THE DEFINITION OF COOL
I personally think that being “cool” comes down
to:
1) Being independent
2) Being indifferent
3) Being funny
4) Being socially adjusted
BEING INDEPENDENT
Independent is the OPPOSITE of “dependent”.
When you act “dependent”, you lean on others,
you look to them for approval, you ask what they
think before you make a decision, you tend to want
to stay physically close to them, and your
feelings tend to depend on what others feel and
think of you.
When you act INDEPENDENT, you lean back, you do
things because YOU decided you wanted to, you
don’t ask others what they think – instead you
decide yourself, you are fine walking away from
your friends for awhile when you’re out, and your
feelings are controlled by what YOU think, not
what others think.
A “dependent” person will go into a bar with
friends, stick close to them all night, ask what
everyone else is drinking before they order, get
upset easily about things that others say, and
constantly be looking for attention and approval
in some way.
An INDEPENDENT person, on the other hand, will
go into a bar with friends and be more likely
to… walk away and look around the place ALONE to
see who’s there – and feel fine about leaving
their friends for awhile and striking up a
conversation with a stranger… They’ll order a
drink if they want, or water if they want – and
not care what everyone else is drinking… They’ll
be cool and calm no matter what happens – even if
others are getting upset around them… And, most
importantly, they aren’t looking to others for
attention and approval. They’re doing their own
thing, and enjoying whatever happens.
BEING INDIFFERENT
Most people in this world are ATTACHED to the
outcomes of things. They’re constantly worrying
about what’s going to happen… and talking about
the future in a fearful, uncertain way.
This type of person always wants to know what
other people think of them, and they’re worrying
about what they should do so other people will
like them. Unfortunately, this almost ALWAYS comes
across as INSECURITY.
An INDIFFERENT person, on the other hand, just
goes about life and takes things as they come.
The indifferent person is INDIFFERENT to the
outcome of whatever situation they’re in.
If it’s a man, and he’s approaching a woman, he
will be OK with whatever happens. If she’s nice to
him, great. If she’s uptight, no problem. If she’s
rich, famous, and beautiful… and starts coming
on to him, fine. No big deal.
When you are ATTACHED to the outcome of a
situation, it makes you act all kinds of freaky.
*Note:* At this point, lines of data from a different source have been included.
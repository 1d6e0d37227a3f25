"""Fitting: datasets -> bags of monotone boosted trees -> calibration on other seas -> Model."""

from __future__ import annotations

from collections.abc import Callable

import numpy as np
from scipy.special import expit

from forecaster.datatypes import ModelIdentity
from forecaster.errors import InputError, NumericsError
from forecaster.learning.dataset import Dataset
from forecaster.learning.events import EXTREME_HEIGHT, HORIZON_COVERAGE
from forecaster.learning.model import (
    CRITERIA,
    MARGINS,
    Head,
    Model,
    Trees,
    line_slopes,
    line_terms,
    monotone_signs,
    threshold_columns,
)
from forecaster.settings import TrainSettings

CALIBRATION_RATIOS = {"height": (1.0, 1.2, 1.4, 1.6, 1.8, 2.0, 2.2), "crest": (0.7, 0.9, 1.1, 1.25)}
ROUNDING = 1e-5  # in log odds, of leaves in single precision
_BINS = 200
_NEWTON_STEPS = 40
_SPLIT, _BAG = range(2)  # purposes of random numbers


def split_seas(dataset: Dataset, settings: TrainSettings) -> tuple[np.ndarray, np.ndarray]:
    """Seas to fit on and seas to calibrate on: every record of a sea falls on one side."""
    seas = np.unique(dataset.sea)
    generator = np.random.default_rng([settings.root_seed, _SPLIT])
    shuffled = generator.permutation(seas)
    kept = round(settings.calibration_share * seas.size)
    if kept < 2 or seas.size - kept < 2:
        raise InputError(
            f"{seas.size} seas are too few to fit and calibrate on; at least 8 are needed"
        )
    return np.sort(shuffled[kept:]), np.sort(shuffled[:kept])


def draw_thresholds(dataset: Dataset, criterion: str, number: int, generator) -> np.ndarray:
    """(rows, number) thresholds at which rows are shown to the trees.

    One uniform over the criterion's range, one in its upper part, the others about the run's own
    forecast, where the answer is open.  They depend on features only, never on outcomes.
    """
    low, high = CRITERIA[criterion]
    rows = len(dataset.features)
    drawn = generator.uniform(low, high, (rows, number))
    if number > 1:
        drawn[:, 1] = generator.uniform(low + 0.3 * (high - low), low + 0.8 * (high - low), rows)
    if number > 2:
        run = dataset.column(next(iter(MARGINS[criterion])))[:, None]
        width = 0.12 * (high - low)
        near = run + width * generator.standard_normal((rows, number - 2))
        drawn[:, 2:] = np.where((near > low) & (near < high), near, drawn[:, 2:])
    return drawn.astype(np.float32)


def _flattened(booster) -> Trees:
    """Trees of a fitted scikit-learn booster as flat arrays of single precision.

    A threshold is rounded down, so that every column of single precision goes the same way.
    """
    parts = {name: [] for name in ("feature", "left", "right", "threshold", "value")}
    roots, offset, depth = [], 0, 1
    for (predictor,) in booster._predictors:
        nodes = predictor.nodes
        leaf = nodes["is_leaf"].astype(bool)
        own = np.arange(nodes.size)
        parts["feature"].append(np.where(leaf, 0, nodes["feature_idx"]))
        parts["left"].append(np.where(leaf, own, nodes["left"]) + offset)
        parts["right"].append(np.where(leaf, own, nodes["right"]) + offset)
        limit = np.where(leaf, np.inf, nodes["num_threshold"])
        single = limit.astype(np.float32)
        above = single > limit
        single[above] = np.nextafter(single[above], np.float32(-np.inf))
        parts["threshold"].append(single)
        parts["value"].append(np.where(leaf, nodes["value"], 0.0).astype(np.float32))
        roots.append(offset)
        offset += nodes.size
        depth = max(depth, int(nodes["depth"].max()))
    base = float(np.ravel(booster._baseline_prediction)[0])
    arrays = {name: np.concatenate(rows) for name, rows in parts.items()}
    return Trees(base=base, roots=np.array(roots), depth=depth, **arrays)


def _fit_bag(dataset, names, criterion, settings, bag) -> Trees:
    from sklearn.ensemble import HistGradientBoostingClassifier
    from threadpoolctl import threadpool_limits

    generator = np.random.default_rng([settings.root_seed, _BAG, bag, len(criterion)])
    seas = np.unique(dataset.sea)
    chosen = generator.choice(seas, max(round(settings.bag_share * seas.size), 1), replace=False)
    wanted = np.isin(dataset.sea, chosen)
    # where the run knows nothing all rows are alike: a share of them teaches the same
    known = dataset.column("coverage") > settings.uncovered_below
    wanted &= known | (generator.uniform(size=known.size) < settings.uncovered_share)
    rows = np.flatnonzero(wanted)
    most = settings.rows_per_bag // settings.thresholds_per_interval
    if rows.size > most:
        rows = generator.choice(rows, most, replace=False)
    part = dataset.rows(rows)
    ratios = draw_thresholds(part, criterion, settings.thresholds_per_interval, generator)
    number = ratios.shape[1]
    used = [part.names.index(name) for name in names]
    table = np.repeat(part.features[:, used], number, axis=0)
    columns = threshold_columns(table, names, criterion, ratios.ravel())
    reached = (getattr(part, criterion)[:, None] >= ratios).ravel()
    booster = HistGradientBoostingClassifier(
        max_iter=settings.boosting_rounds,
        learning_rate=settings.learning_rate,
        max_leaf_nodes=settings.leaves,
        min_samples_leaf=settings.samples_per_leaf,
        max_bins=_BINS,
        monotonic_cst=monotone_signs(names, criterion),
        early_stopping=False,
        random_state=int(generator.integers(2**31)),
    )
    with threadpool_limits(1):
        booster.fit(columns, reached)
        trees = _flattened(booster)
        probe = columns[:: max(len(columns) // 500, 1)]
        difference = np.abs(trees.log_odds(probe) - booster.decision_function(probe)).max()
    if not difference < ROUNDING:
        raise NumericsError(
            f"the flattened trees differ from the fitted ones by {difference:g} in log odds",
            achieved=difference,
        )
    return trees


def _bag_log_odds(trees, table, names, criterion, ratios):
    """(rows, k) log odds of one bag, one threshold at a time to bound memory."""
    number = len(table)
    return np.stack(
        [
            trees.log_odds(threshold_columns(table, names, criterion, np.full(number, ratio)))
            for ratio in ratios
        ],
        axis=1,
    )


def shown_rows(dataset: Dataset) -> np.ndarray:
    """Mask of rows that a forecast would show: covered, or at the sensor itself."""
    return (dataset.column("coverage") >= HORIZON_COVERAGE) | (
        dataset.column("distance_wavelengths") == 0
    )


def _calibrated_line(log_odds, coverage, reached, sea):
    """Calibration line of (rows, k) log odds and its covariance, seas being independent.

    Maximum likelihood by Newton's method; covariance H^-1 (sum over seas of s s') H^-1, H the
    information and s a sea's score (the sandwich of Huber 1967, Proc. 5th Berkeley Symp. 1, 221).
    """
    number = log_odds.shape[1]
    terms = line_terms(log_odds.ravel(), np.repeat(coverage, number))
    y = reached.ravel().astype(float)
    line = np.array([0.0, 1.0, 0.0, 0.0])
    for _ in range(_NEWTON_STEPS):
        p = expit(terms @ line)
        information = (terms * (p * (1 - p))[:, None]).T @ terms
        step = np.linalg.lstsq(information, terms.T @ (y - p), rcond=None)[0]
        line = line + step
        if np.abs(step).max() < 1e-9:
            break
    else:
        raise NumericsError(
            f"the calibration line did not settle in {_NEWTON_STEPS} steps (last change "
            f"{np.abs(step).max():.2g}); more seas with events are needed",
            achieved=line,
        )
    if not line_slopes(line).min() > 0:
        raise NumericsError(
            f"the calibration line falls with the trees' log odds (slopes {line_slopes(line)}): "
            "they have learnt nothing that holds on other seas",
            achieved=line,
        )
    seas, place = np.unique(sea, return_inverse=True)
    scores = np.zeros((seas.size, 4))
    np.add.at(scores, np.repeat(place, number), terms * (y - p)[:, None])
    inverse = np.linalg.pinv(information)
    return line, inverse @ (scores.T @ scores) @ inverse


def horizon_groups(dataset: Dataset) -> tuple[np.ndarray, np.ndarray]:
    """(rows kept, number of the horizon each belongs to): one horizon a (record, distance)."""
    kept = np.flatnonzero(shown_rows(dataset))
    key = np.stack(
        [
            dataset.sea[kept].astype(np.int64),
            dataset.record[kept].astype(np.int64),
            np.rint(100 * dataset.column("distance_wavelengths")[kept]).astype(np.int64),
        ]
    )
    _, group = np.unique(key, axis=1, return_inverse=True)
    return kept, group.ravel()


def _fit_horizon(probability, reached, group) -> np.ndarray:
    """c0, c1 of the horizon's link by maximum likelihood (see `Head.horizon`)."""
    from scipy.optimize import minimize

    count = group.max() + 1
    hazard = -np.log1p(-np.clip(probability, 1e-12, 1 - 1e-9))
    total = np.stack([np.bincount(group, column, count) for column in hazard.T], axis=1)
    happened = np.stack([np.bincount(group, column, count) for column in reached.T], axis=1) > 0
    x = np.log(total)

    def loss(c):
        joint = np.exp(np.clip(c[0] + c[1] * x, -30, 6))
        return np.where(happened, -np.log(-np.expm1(-joint)), joint).mean()

    found = minimize(loss, np.array([0.0, 1.0]), method="Nelder-Mead")
    if not found.x[1] > 0:
        raise NumericsError(
            f"the horizon's link falls with the intervals' probabilities (slope {found.x[1]:g})",
            achieved=found.x,
        )
    return found.x


def taught_on(recipes: list[str], dataset: Dataset, settings: TrainSettings) -> dict:
    """What a model was fitted and calibrated on, in numbers for its card."""
    counts = {"recipes": recipes, "rows": len(dataset.height)}
    for label, seas in zip(("fitted", "calibrated"), split_seas(dataset, settings), strict=True):
        inside = np.isin(dataset.sea, seas)
        counts[f"{label}_seas"] = int(seas.size)
        counts[f"{label}_records"] = int(
            np.unique(np.stack([dataset.sea[inside], dataset.record[inside]]), axis=1).shape[1]
        )
        reached = inside & (dataset.height >= EXTREME_HEIGHT)
        counts[f"{label}_intervals_with_extreme_wave"] = int(reached.sum())
    return counts


def fit_head(
    fitted: Dataset, held: Dataset, criterion: str, settings: TrainSettings,
    *, names: tuple[str, ...], workers: int = 1,
    progress: Callable[[str], None] = lambda message: None,
) -> Head:  # fmt: skip
    """One criterion: bags on `fitted`, calibration on `held`; no sea is in both."""
    import joblib

    progress(f"{criterion}: {settings.bags} bags on {np.unique(fitted.sea).size} seas")
    with joblib.parallel_config(backend="loky", inner_max_num_threads=1):
        bags = joblib.Parallel(n_jobs=workers)(
            joblib.delayed(_fit_bag)(fitted, names, criterion, settings, bag)
            for bag in range(settings.bags)
        )
    kept, group = horizon_groups(held)
    shown = held.rows(kept)
    ratios = CALIBRATION_RATIOS[criterion]
    progress(f"{criterion}: calibration on {np.unique(held.sea).size} seas")
    table = shown.features[:, [shown.names.index(name) for name in names]]
    with joblib.parallel_config(backend="loky", inner_max_num_threads=1):
        told = joblib.Parallel(n_jobs=workers)(
            joblib.delayed(_bag_log_odds)(trees, table, names, criterion, ratios) for trees in bags
        )
    log_odds = np.mean(told, axis=0)
    reached = getattr(shown, criterion)[:, None] >= np.array(ratios)
    coverage = shown.column("coverage")
    line, covariance = _calibrated_line(log_odds, coverage, reached, shown.sea)
    terms = line_terms(log_odds, np.broadcast_to(coverage[:, None], log_odds.shape))
    probability = expit(terms @ line)
    horizon = _fit_horizon(probability, reached, group)
    return Head(names, tuple(bags), line, covariance, horizon)


def fit(
    dataset: Dataset,
    settings: TrainSettings,
    *,
    name: str,
    version: str,
    names: tuple[str, ...] | None = None,
    criteria: tuple[str, ...] = tuple(CRITERIA),
    workers: int = 1,
    progress: Callable[[str], None] = lambda message: None,
) -> Model:
    """Fit and calibrate a model.

    Parameters
    ----------
    dataset : Dataset
        At least 8 seas.
    settings : TrainSettings
    name, version : str
    names : tuple of str or None
        Features to use; None for all of the dataset's (an ablation passes fewer).
    criteria : tuple of str
    workers : int
        Processes; the model is the same whatever their number.
    progress : callable
        Told what is being done.
    """
    fit_on, calibrate_on = split_seas(dataset, settings)
    fitted = dataset.rows(np.isin(dataset.sea, fit_on))
    held = dataset.rows(np.isin(dataset.sea, calibrate_on))
    names = dataset.names if names is None else names
    heads = {
        criterion: fit_head(
            fitted, held, criterion, settings, names=names, workers=workers, progress=progress
        )
        for criterion in criteria
    }
    quantiles = np.quantile(fitted.features, (0.002, 0.998), axis=0)
    ranges = {
        feature: (float(low), float(high))
        for feature, low, high in zip(dataset.names, *quantiles, strict=True)
    }
    # a distance in the record's own wavelengths scatters with its kp; what was taught does not
    ranges["distance_wavelengths"] = (float(fitted.distance.min()), float(fitted.distance.max()))
    return Model(ModelIdentity(name, version, ""), heads, ranges)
You pause, act nervous, hold back, look for
approval, act insecure… and any of 100 other
unattractive things.
On the other hand, when you’re INDIFFERENT to
the outcome, it makes you MAGNETIC. Especially
when it comes to women and dating. Indifference is
the ultimate way to show a LACK of insecurity in
life.
BEING FUNNY
Humor is magic.
It’s a complete mystery why we find things
“funny” and why we “laugh”.
Crying because someone died makes some logical
sense. It’s a bad thing, and crying expresses a
negative emotion.
But when you see a dog run into a window
because he doesn’t see it… and he gets a
confused look on his face, you LAUGH. What’s with
that?
Humor is interesting to me, in that if you’re
funny, it makes people FEEL GOOD inside. They
laugh, and it triggers positive feelings.
If you’re not naturally funny, it’s a great
skill to learn. Read books. Watch live comedy. Do
whatever it takes to learn how to be funny.
Most of the “coolest” guys I know are wickedly
funny. Some of them are only funny on occasion…
but they “get it”… and when they do make a joke,
it’s DAMN funny.
BEING SOCIALLY ADJUSTED
I know that this sounds funny, but most of the
people I know who are “UN-cool” are not very
adjusted socially.
They lack a certain something in the “social
skills” department that makes it OBVIOUS to others
(and especially to women) that they don’t know how
to relate very well to other people. They just
never learned how to make others feel comfortable
around them.
If you’ve ever known an accountant or computer
programmer that was brilliantly smart, but totally
boring, you know what I mean.
If people act kind of nervous, strange, and
uncomfortable when they’re around you, then you
also know where I’m coming from on this.
I can’t teach you how to make people feel
comfortable around you in two sentences, but if
you need to learn how to mix with people socially,
then start PAYING ATTENTION to what’s going on
around you.
Watch how others dress, carry themselves, walk,
and talk. Pay attention to little details… like
saying, “What’s up?” when you meet someone new,
instead of “Hello, pleased to meet you” and such.
…now, is this all there is to being “cool”?
Of course not.
But it’s a great start.
If you can first get yourself to the place
where other people want to be around you just
because they enjoy your company, you’ll find that
taking things to the next level with women will be
about 10 times easier.
cool….
According to one persons personal thoughts of the meaning of the word “cool”. I aggree. He has a good idea.